4248S shows up as a 1967 285HP 326/automatic on the Firebird & Tempest/GTO having A.I.R.(Air Injection passages for the exhaust - Smog equipped engines).

4034S shows up as a 1966 335HP, Block Code YS, 389/automatic Tempest/GTO, non A.I.R. engine. Also used on 1966 B-Body 389/automatic cars.

That said, the carbs are engine/trans specific, with and without A.I.R. passages, and most likely fitted with application specific internals such as jets, step-up springs/metering rods, and idle-air bleeds.


----------



## Mastergreenbean (Oct 14, 2016)

PontiacJim said:


> 4248S shows up as a 1967 285HP 326/automatic on the Firebird & Tempest/GTO having A.I.R.(Air Injection passages for the exhaust - Smog equipped engines).
> 
> 4034S shows up as a 1966 335HP, Block Code YS, 389/automatic Tempest/GTO, non A.I.R. engine. Also used on 1966 B-Body 389/automatic cars.
> 
> That said, the carbs are engine/trans specific, with and without A.I.R. passages, and most likely fitted with application specific internals such as jets, step-up springs/metering rods, and idle-air bleeds.


Hey thanks for the reply, are you saying that the 4034s is correct and it is ok that they look the same and the difference between them is internal?


----------



## Ron B (May 9, 2021)

PontiacJim said:


> 4248S shows up as a 1967 285HP 326/automatic on the Firebird & Tempest/GTO having A.I.R.(Air Injection passages for the exhaust - Smog equipped engines).
> 
> 4034S shows up as a 1966 335HP, Block Code YS, 389/automatic Tempest/GTO, non A.I.R. engine. Also used on 1966 B-Body 389/automatic cars.
> 
> That said, the carbs are engine/trans specific, with and without A.I.R. passages, and most likely fitted with application specific internals such as jets, step-up springs/metering rods, and idle-air bleeds.

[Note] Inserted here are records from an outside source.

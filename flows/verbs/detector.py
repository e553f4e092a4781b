"""Verbs about the detector itself."""

from __future__ import annotations

import argparse
import json
import sys
from pathlib import Path

from flows.verbs.verb import Verb, json_option


def _score_arguments(parser: argparse.ArgumentParser) -> None:
    parser.add_argument("folder", metavar="FOLDER", type=Path, help="folder of WFDB records with .atr beat labels")
    json_option(parser)
    parser.add_argument("--html", metavar="FILE", type=Path, help="write one page with the tables")
    parser.add_argument(
        "--escape-as", choices=("S", "N"), default="S", help="class of supraventricular escape beats in the reference"
    )
    parser.add_argument(
        "--noise", metavar="FOLDER", type=Path, help="folder of WFDB noise records to add to the signals"
    )
    parser.add_argument("--noise-records", metavar="NAMES", default="118,119", help="records that get the noise")
    parser.add_argument("--learning-s", type=float, default=300.0, help="seconds at the start that are not scored")


def _score(asked: argparse.Namespace) -> int:
    from flows.scoring import score

    report = score.score_folder(
        asked.folder,
        escape_as=asked.escape_as,
        learning_s=asked.learning_s,
        noise_folder=asked.noise,
        noise_records=tuple(asked.noise_records.split(",")),
        say=lambda line: print(line, file=sys.stderr, flush=True),
    )
    if asked.html:
        score.write_page(report, asked.html)
    print(json.dumps(report.as_dict()) if asked.json else report.as_text())
    return 0


VERBS = (
    Verb(
        "score",
        "score the detector on annotated WFDB records by EC57",
        "burdenline score annotated/ --json",
        _score_arguments,
        _score,
    ),
)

Jim, my questions is: Do you know what the CFM was on a 4034S? My 66 GTO has a BS carb on it and I want to replace it, but don't know what CFM size. I plan on upgrading the exhaust manifolds to RA and going to a HEI system. Any help would be greatly appreciated.


----------



## PontiacJim (Dec 29, 2012)

Ron B said:


> Jim, my questions is: Do you know what the CFM was on a 4034S? My 66 GTO has a BS carb on it and I want to replace it, but don't know what CFM size. I plan on upgrading the exhaust manifolds to RA and going to a HEI system. Any help would be greatly appreciated.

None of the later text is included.